ActPrompt: In-Domain Feature Adaptation via Action Cues for Video Temporal Grounding
- Yubin Wang ,
- Xinyang Jiang ,
- De Cheng ,
- Dongsheng Li ,
- Cairong Zhao
IEEE Transactions on Image Processing | , Vol 35: pp. 2714-2726
Video temporal grounding, including moment retrieval and highlight detection, is an emerging topic aiming to identify specific clips within videos. In addition to pre-trained video models, contemporary methods utilize pre-trained vision-language models (VLMs) to capture detailed characteristics of diverse scenes and objects from video frames. However, as pre-trained on images, directly using pre-extracted VLM features neglects the domain gap between the pre-trained and temporal grounding datasets, thus inducing domain shifts due to the data-level distribution disparity. As a result, VLMs may struggle to distinguish action-sensitive patterns from static objects, making it necessary to adapt them to specific data domains for effective feature representation over temporal grounding.

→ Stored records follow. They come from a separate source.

"""How much probability each minimum holds in the draws, whether the ensembles agree, and what may be hidden."""

from __future__ import annotations

import json
from collections.abc import Mapping, Sequence
from dataclasses import dataclass
from typing import Any

import numpy as np
from numpy.typing import NDArray

from inverse.description.unknowns import rebuild_prior
from inverse.description.wording import percent, plus_minus
from inverse.inference.checks.posterior_draws import sampled_values
from inverse.inference.mcmc.convergence import effective_sample_size
from inverse.inference.minima.least_squares import Fit
from inverse.inference.problem.parameters import parameters

__all__ = ["BasinShare", "BasinShares", "basins", "minima_record"]

Array = NDArray[np.float64]

FAR = 5.0
"""Draws further than this from every minimum (Mahalanobis distance over root unknowns) belong to none for sure."""

_FEW_PASSAGES = 10
_BETTER = 2.0


@dataclass(frozen=True)
class BasinShare:
    """One minimum and the probability it holds.

    Attributes
    ----------
    values : mapping of str to float
        Unknowns at the minimum.
    approximate : float
        Share in the normal approximations of least squares.
    probability, error : float
        Share of the draws, and its Monte Carlo standard error.
    by_ensemble, errors : array, shape (ensembles,)
        The same for each ensemble.
    """

    values: Mapping[str, float]
    approximate: float
    probability: float
    error: float
    by_ensemble: Array
    errors: Array


@dataclass(frozen=True, repr=False)
class BasinShares:
    """The minima of a result and the probability each holds, in the order of least squares.

    Attributes
    ----------
    minima : tuple of BasinShare
        None is left out, whatever it holds.
    passages : int
        Times a walker went from one basin to another.
    warnings : tuple of str
    """

    minima: tuple[BasinShare, ...]
    passages: int
    warnings: tuple[str, ...]

    def __str__(self) -> str:
        """Write a line per minimum, then the warnings."""
        rows = [
            f"minimum {i + 1}: {_share(m.probability, m.error)} of the draws "
            f"(ensembles {', '.join(percent(p, 3) for p in m.by_ensemble)}; "
            f"least squares {percent(m.approximate, 3)}) at {_at(m.values)}"
            for i, m in enumerate(self.minima)
        ]
        return "\n".join([*rows, *self.warnings])

    __repr__ = __str__


def minima_record(fit: Fit) -> list[dict[str, Any]]:
    """Describe the minima of a fit as plain JSON data, for the result."""
    return [
        {
            "values": dict(zip(fit.names, map(float, b.values), strict=True)),
            "weight": float(b.weight),
            "log_posterior": float(b.log_posterior),
            "z": b.z.tolist(),
            "covariance_z": b.covariance_z.tolist(),
        }
        for b in fit.minima
    ]


def basins(result: Any) -> BasinShares:
    """Report how much probability each minimum of a problem holds.

    Parameters
    ----------
    result : xarray.DataTree
        From `sample_posterior` or `load`.

    Returns
    -------
    BasinShares
        Prints a line per minimum.

    Raises
    ------
    ValueError
        If the result has no draws or no record of minima.

    Notes
    -----
    A draw belongs to the minimum that is nearest in the Mahalanobis distance of the normal approximation there,
    noise unknowns apart.
    """
    minima = _minima(result)
    names = tuple(minima[0]["values"])
    posterior = result["posterior"].to_dataset()
    priors = {name: rebuild_prior(json.loads(posterior[name].attrs["prior"])) for name in names}
    values = sampled_values(result, names)
    chains, draws, size = values.shape
    physical = np.array([posterior[name].attrs.get("role") != "noise" for name in names])
    physical = physical if physical.any() else np.ones(size, dtype=bool)
    z = parameters(priors).to_z(values.reshape(-1, size))[:, physical]
    distance = np.stack([_distance(z, minimum, physical) for minimum in minima])
    label = distance.argmin(axis=0).reshape(chains, draws)
    lp = np.asarray(result["sample_stats"]["lp"].transpose("chain", "draw"), dtype=float)
    shares = tuple(_one(minimum, label == i, lp) for i, minimum in enumerate(minima))
    passages = _passages(label, posterior)
    far = float(np.mean(distance.min(axis=0) > FAR))
    warned = [*_disagreement(shares), *_stuck(shares, passages), *_hidden(minima, label, lp, far)]
    return BasinShares(shares, passages, tuple(warned))


def _minima(result: Any) -> list[dict[str, Any]]:
    if "posterior" not in getattr(result, "children", ()) or "inverse" not in result.attrs:
        raise ValueError(f"basins takes the result of sample_posterior, not {type(result).__name__}.")
    minima = json.loads(result.attrs["inverse"]).get("minima", [])
    if not minima or "covariance_z" not in minima[0]:
        raise ValueError("The result holds no record of minima; sample again with this version.")
    return list(minima)


def _distance(z: Array, minimum: Mapping[str, Any], physical: NDArray[np.bool_]) -> Array:
    covariance = np.array(minimum["covariance_z"])[np.ix_(physical, physical)]
    delta = z - np.array(minimum["z"])[physical]
    square = np.einsum("ni,ij,nj->n", delta, np.linalg.pinv(covariance, hermitian=True), delta)
    return np.sqrt(np.maximum(square, 0) / physical.sum())


def _one(minimum: Mapping[str, Any], inside: NDArray[np.bool_], lp: Array) -> BasinShare:
    share = inside.mean(axis=1)
    errors = np.array([_error(row, log) for row, log in zip(inside, lp, strict=True)])
    between = float(share.std(ddof=1) / np.sqrt(share.size)) if share.size > 1 else 0.0
    within = float(np.sqrt((errors**2).sum()) / errors.size)
    return BasinShare(
        minimum["values"], float(minimum["weight"]), float(share.mean()), max(between, within), share, errors
    )


def _error(inside: NDArray[np.bool_], lp: Array) -> float:
    """Return the standard error of a share in one ensemble, as if one more draw lay on either side."""
    size = effective_sample_size(inside[None].astype(float))
    if not np.isfinite(size):
        size = effective_sample_size(lp[None])
    size = size if np.isfinite(size) else float(inside.size)
    share = (inside.mean() * size + 1) / (size + 2)
    return float(np.sqrt(share * (1 - share) / size))


def _passages(label: NDArray[np.int_], posterior: Any) -> int:
    """Count the steps at which a walker's basin changes; draws stand walker after walker."""
    changed = np.diff(label, axis=1) != 0
    if "walker" in posterior.coords:
        changed &= np.diff(np.asarray(posterior["walker"]))[None] == 0
    return int(changed.sum())


def _disagreement(shares: Sequence[BasinShare]) -> list[str]:
    from scipy.special import chdtrc

    out = []
    for i, s in enumerate(shares):
        chi_square = float((((s.by_ensemble - s.by_ensemble.mean()) / s.errors) ** 2).sum())
        if len(s.errors) > 1 and chdtrc(len(s.errors) - 1, chi_square) < 0.01:
            low, high = s.by_ensemble.min(), s.by_ensemble.max()
            out.append(
                f"The ensembles disagree on minimum {i + 1}: from {percent(low)} to {percent(high)} of their "
                "draws; sample longer before trusting any share."
            )
    return out


def _stuck(shares: Sequence[BasinShare], passages: int) -> list[str]:
    held = sum(s.probability > 0 for s in shares)
    if held < 2 or passages >= _FEW_PASSAGES:
        return []
    return [
        f"Walkers went from one minimum to another {passages} times in all: the shares are still those of the starting "
        "points."
    ]


def _hidden(minima: Sequence[Mapping[str, Any]], label: NDArray[np.int_], lp: Array, far: float) -> list[str]:
    out = []
    for i, minimum in enumerate(minima):
        inside = lp[label == i]
        better = inside.max() - minimum["log_posterior"] if inside.size else 0.0
        if better > _BETTER:
            out.append(
                f"Draws near minimum {i + 1} are better than it by {better:.1f} in log posterior: there is a minimum "
                "that least squares did not find; give it more starts."
            )
    if far > 0.01:
        out.append(
            f"{percent(far)} of the draws lie more than {FAR:.0f} deviations from every minimum: another minimum, "
            "or a posterior far from normal."
        )
    return out


def _share(probability: float, error: float) -> str:
    if probability == 0:
        return f"under {percent(3 * error, 1)}"
    return f"{plus_minus(100 * probability, 100 * error)} %"


def _at(values: Mapping[str, float]) -> str:
    return ", ".join(f"{name} {value:.4g}" for name, value in values.items() if not name.startswith("noise."))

In this work, we address two primary challenges to achieve this goal. Specifically, to mitigate high adaptation costs, we propose an efficient preliminary in-domain fine-tuning paradigm for feature adaptation before standard downstream training, where downstream-adaptive features are learned through several well-designed pretext tasks that ensure improved performance. Furthermore, to integrate action-sensitive information into VLMs, we introduce Action-Cue-Injected Temporal Prompt Learning (ActPrompt), which injects action cues into the image encoder of VLMs to discover action-sensitive visual patterns better. This is followed by context-aware temporal prompt learning, which considers both action cues and temporal context to enhance the ability to recognize patterns associated with actions for downstream tasks. Extensive experiments demonstrate that ActPrompt is an off-the-shelf training framework that can be applied effectively to various SOTA methods, resulting in notable improvements.